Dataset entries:
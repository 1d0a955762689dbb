# SPDX-License-Identifier: Apache-2.0
"""A person's SQL: it reads the timeline and nothing else."""

from __future__ import annotations

from collections.abc import Callable, Iterator
from pathlib import Path

import pytest

from chronos_acc.errors import QueryRefused, TimelineRefused
from chronos_acc.store import query as Q
from chronos_acc.store.ledger import GUARDED, open_for_reading
from tests.store.timelines import make, two_lists

FORBIDDEN = (
    # reading files and folders
    "SELECT * FROM read_csv('{file}')",
    "SELECT * FROM read_text('{file}')",
    "SELECT * FROM read_blob('{file}')",
    "SELECT * FROM read_json('{file}')",
    "SELECT * FROM read_parquet('{file}')",
    "SELECT * FROM sniff_csv('{file}')",
    "SELECT * FROM glob('{folder}/*')",
    "FROM '{file}'",
    "SELECT * FROM query('SELECT * FROM read_text(''{file}'')')",
    "SELECT (SELECT count(*) FROM read_text('{file}')) FROM entries",
    "WITH a AS (SELECT * FROM read_csv('{file}')) SELECT * FROM a",
    "FROM 'https://example.org/list.csv'",
    # writing files
    "COPY (SELECT 1) TO '{folder}/out.csv'",
    "COPY entries TO '{folder}/out.parquet'",
    "EXPORT DATABASE '{folder}/out'",
    "IMPORT DATABASE '{folder}'",
    # other databases and extensions
    "ATTACH '{folder}/other.duckdb'",
    "ATTACH ':memory:' AS other",
    "DETACH t",
    "USE main",
    "INSTALL httpfs",
    "LOAD httpfs",
    "SELECT * FROM sqlite_scan('{file}', 'a')",
    # settings
    "SET threads = 1",
    "SET enable_external_access = true",
    "SET VARIABLE present = 1900",
    "RESET threads",
    "PRAGMA database_list",
    "PRAGMA enable_profiling",
    "CALL enable_logging()",
    "SELECT * FROM enable_logging()",
    "FROM truncate_duckdb_logs()",
    "FROM checkpoint()",
    "/* a */ -- b\nPRAGMA version",
    # changing the timeline
    "CREATE TABLE a (b INTEGER)",
    "CREATE TEMP TABLE a AS SELECT 1",
    "CREATE OR REPLACE VIEW entries AS SELECT 1",
    "CREATE MACRO f(x) AS x",
    "CREATE SECRET (TYPE s3)",
    "INSERT INTO ledger.about VALUES ('a', 'b')",
    "UPDATE ledger.entry SET best = 0",
    "DELETE FROM ledger.entry",
    "TRUNCATE ledger.entry",
    "DROP VIEW entries",
    "ALTER TABLE ledger.entry ADD COLUMN a INTEGER",
    "COMMENT ON VIEW entries IS 'a'",
    "WITH a AS (DELETE FROM ledger.entry RETURNING *) SELECT * FROM a",
    "MERGE INTO ledger.about USING (SELECT 1) ON false WHEN NOT MATCHED THEN INSERT VALUES ('a', 'b')",
    # more than one statement, none, or another kind
    "SELECT 1; SELECT 2",
    "SELECT 1; DROP VIEW entries",
    "SELECT 1;; COPY (SELECT 1) TO '{folder}/out.csv'",
    "",
    " -- nothing",
    "BEGIN",
    "BEGIN TRANSACTION",
    "CHECKPOINT",
    "VACUUM ANALYZE",
    "PREPARE a AS SELECT 1",
    "EXECUTE a",
    "EXPLAIN ANALYZE SELECT 1",
    "PIVOT entries ON source USING count(*)",
    # mistakes
    "SELEC 1",
    "SELECT no_such_column FROM entries",
    "SELECT * FROM no_such_table",
    "SELECT ?",
    "SELECT $a",
    "SELECT error('made up')",
    "SELECT 'x'::DOUBLE",
)


@pytest.fixture(scope="module")
def db(tmp_path_factory: pytest.TempPathFactory) -> Iterator[Path]:
    """Held open as ``run`` opens it, which makes opening it again cheap."""
    path = two_lists(tmp_path_factory.mktemp("guard") / "t.duckdb")
    with open_for_reading(path, config=GUARDED):
        yield path


def test_forbidden_statements_fail_with_one_line_and_leave_no_trace(db: Path) -> None:
    file = db.with_name("list.csv")
    file.write_text("title,date\nkiln,1200\n")
    (db.with_name("other.duckdb")).unlink(missing_ok=True)
    before, names = db.read_bytes(), sorted(p.name for p in db.parent.iterdir())
    texts = [s.replace("{file}", str(file)).replace("{folder}", str(db.parent)) for s in FORBIDDEN]

    def refused(attempt: Callable[[], object]) -> None:
        with pytest.raises(QueryRefused) as caught:
            attempt()
        assert "\n" not in str(caught.value) and len(str(caught.value)) < 500

    for text in texts:
        refused(lambda text=text: Q.run(db, text))
    assert db.read_bytes() == before and sorted(p.name for p in db.parent.iterdir()) == names


@pytest.mark.parametrize(
    "statement",
    [
        "SELECT count(*) AS n FROM entries",
        "FROM milestones ORDER BY best LIMIT 3;",
        "WITH a AS (SELECT 1 AS b) SELECT b FROM a",
        "VALUES (1), (2)",
        "SHOW TABLES",
        "DESCRIBE entries",
        "SUMMARIZE milestones",
        "SELECT comment FROM duckdb_views() WHERE view_name = 'entries'",
        "-- why not\nSELECT 1 /* ; */ AS a",
        "SELECT ';' AS a",
        "FROM intervals_at_support(1)",
    ],
)
def test_what_reads_the_timeline_is_allowed(db: Path, statement: str) -> None:
    assert len(Q.run(db, statement)) > 0


def test_python_variables_are_not_seen(db: Path) -> None:
    import pandas as pd

    frame = pd.DataFrame({"a": [1]})
    with pytest.raises(QueryRefused, match="frame does not exist"):
        Q.run(db, "SELECT * FROM frame")
    assert len(frame) == 1


def test_settings_become_variables(db: Path) -> None:
    assert Q.run(db, "SELECT getvariable('a') AS a, getvariable('b') AS b", {"a": "007", "b": "-1.5e2"}).iloc[0].tolist() == ["007", -150.0]
    young = Q.run(db, "SELECT max(year) AS y FROM intervals", {"present": "1700"})["y"][0]
    assert young <= 1700
    assert Q.run(db, "SELECT min(year) AS y FROM intervals", {"start": 1500})["y"][0] >= 1500
    with pytest.raises(QueryRefused, match="no parameter 'presnt'; did you mean present"):
        Q.run(db, "SELECT 1", {"presnt": 1})
    with pytest.raises(QueryRefused, match="the parameter present takes a number, not 'soon'"):
        Q.run(db, "SELECT * FROM intervals", {"present": "soon"})


@pytest.mark.parametrize(
    ("text", "value"),
    [
        ("1850", 1850),
        ("-500", -500),
        ("0", 0),
        ("007", "007"),
        ("1.5", 1.5),
        ("1e3", 1000.0),
        (".5", ".5"),
        ("1_000", "1_000"),
        ("nan", "nan"),
        ("", ""),
        ("٣", "٣"),
        ("1" * 30, 1e30 / 9),
    ],
)
def test_text_that_is_written_as_a_number_is_one(text: str, value: object) -> None:
    found = Q.as_value(text)
    assert type(found) is type(value)
    assert found == (pytest.approx(value) if isinstance(value, float) else value)


def test_remarks_tell_when_linking_is_due(tmp_path: Path) -> None:
    assert Q.remarks(two_lists(tmp_path / "t.duckdb")) == ()
    stale = make(tmp_path / "s.duckdb", {"a": [("x", 1900.5)]}, link=False)
    assert "chronos-acc link" in Q.remarks(stale)[0]
    with pytest.raises(TimelineRefused, match="no timeline file"):
        Q.run(tmp_path / "none.duckdb", "SELECT 1")
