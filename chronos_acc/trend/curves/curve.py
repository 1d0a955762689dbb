# SPDX-License-Identifier: Apache-2.0
"""What a rate law is: a density on the unit window with its fit, its cumulated share, its inverse and its profile interval.

Each law is used alike for one record and for many at once: arrays end in the events of one record. Laws work in scaled time (x =
position, v = 1 - x = age, fractions of the window), so no length of window and no unit of time makes a difference; only ``natural``
and ``interval`` turn scaled parameters into years. The scale of the rate is profiled out: its maximum likelihood always puts the n
counted events in the window.
"""

from __future__ import annotations

from collections.abc import Callable
from dataclasses import dataclass

import numpy as np
import numpy.typing as npt

Floats = npt.NDArray[np.float64]
Value = float | None
Interval = tuple[Value, Value]


@dataclass(frozen=True)
class Place:
    """The window in years and its number of counted events, which give scaled parameters their units."""

    start: float
    span: float
    present: float
    n: int


@dataclass(frozen=True)
class Curve:
    """One rate law. theta (..., q) scaled parameters, x and v (..., n) positions ascending and ages descending.

    estimate(x, v) -> theta, the maximum likelihood, NaN where it does not exist; log_density(theta, x, v) -> (..., n) of the
    density on the unit window; cumulative(theta, x, v) -> share of the events before each position, and the rest; quantile(theta,
    u, c) -> (x, v) at cumulated shares u = 1 - c; natural(theta, place) -> parameters in years; interval(theta, x, v, place,
    critical) -> the profile interval of each parameter, where ``critical`` is how far twice the log-likelihood may fall (None:
    unbounded or not computed); same_curve(parameters, place) -> the way of forgetting that draws the very same curve, in words, or
    None. k counts the parameters, the scale among them.
    """

    name: str
    parameters: tuple[str, ...]
    k: int
    regular: bool
    formula: str
    estimate: Callable[[Floats, Floats], Floats]
    log_density: Callable[[Floats, Floats, Floats], Floats]
    cumulative: Callable[[Floats, Floats, Floats], tuple[Floats, Floats]]
    quantile: Callable[[Floats, Floats, Floats], tuple[Floats, Floats]]
    natural: Callable[[Floats, Place], dict[str, Value]]
    interval: Callable[[Floats, Floats, Floats, Place, float], dict[str, Interval]]
    same_curve: Callable[[dict[str, Value], Place], str | None]


def no_same_curve(parameters: dict[str, Value], place: Place) -> str | None:
    """For laws that no forgetting of a steady rate draws."""
    return None


def log_ratio_interval(n: int, critical: float) -> tuple[float, float]:
    """The two r with 2n(r - 1 - ln r) = critical, r < 1 < r: profile interval of a scale or an exponent over its estimate."""
    target = critical / (2.0 * n)

    def solve(low: float, high: float) -> float:
        for _ in range(200):
            mid = 0.5 * (low + high)
            if mid in (low, high):
                break
            # in terms of the logarithm, so that both sides are as exact near r = 1
            above = float(np.expm1(mid)) - mid > target
            if (mid > 0) == above:
                high = mid
            else:
                low = mid
        return float(np.exp(0.5 * (low + high)))

    return solve(-target - 1.0, 0.0), solve(0.0, float(np.log1p(target + np.sqrt(2.0 * target)) + 1.0))


def bisect(over: Callable[[Floats], npt.NDArray[np.bool_]], inside: Floats, outside: Floats, rounds: int = 80) -> Floats:
    """Where ``over`` turns from False (at ``inside``) to True (at ``outside``), element by element."""
    near, far = np.array(inside, dtype=float), np.array(outside, dtype=float)
    for _ in range(rounds):
        mid = 0.5 * (near + far)
        if np.all((mid == near) | (mid == far)):
            break
        beyond = over(mid)
        far = np.where(beyond, mid, far)
        near = np.where(beyond, near, mid)
    return np.asarray(0.5 * (near + far))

About this task:
A verbatim transcription is needed of the lines above, starting at the line with "AS (SELECT *" and ending at the line with "TEMP TABLE a", both included, and of nothing else.

Answer to the problem:
    "WITH a AS (SELECT * FROM read_csv('{file}')) SELECT * FROM a",
    "FROM 'https://example.org/list.csv'",
    # writing files
    "COPY (SELECT 1) TO '{folder}/out.csv'",
    "COPY entries TO '{folder}/out.parquet'",
    "EXPORT DATABASE '{folder}/out'",
    "IMPORT DATABASE '{folder}'",
    # other databases and extensions
    "ATTACH '{folder}/other.duckdb'",
    "ATTACH ':memory:' AS other",
    "DETACH t",
    "USE main",
    "INSTALL httpfs",
    "LOAD httpfs",
    "SELECT * FROM sqlite_scan('{file}', 'a')",
    # settings
    "SET threads = 1",
    "SET enable_external_access = true",
    "SET VARIABLE present = 1900",
    "RESET threads",
    "PRAGMA database_list",
    "PRAGMA enable_profiling",
    "CALL enable_logging()",
    "SELECT * FROM enable_logging()",
    "FROM truncate_duckdb_logs()",
    "FROM checkpoint()",
    "/* a */ -- b\nPRAGMA version",
    # changing the timeline
    "CREATE TABLE a (b INTEGER)",
    "CREATE TEMP TABLE a AS SELECT 1",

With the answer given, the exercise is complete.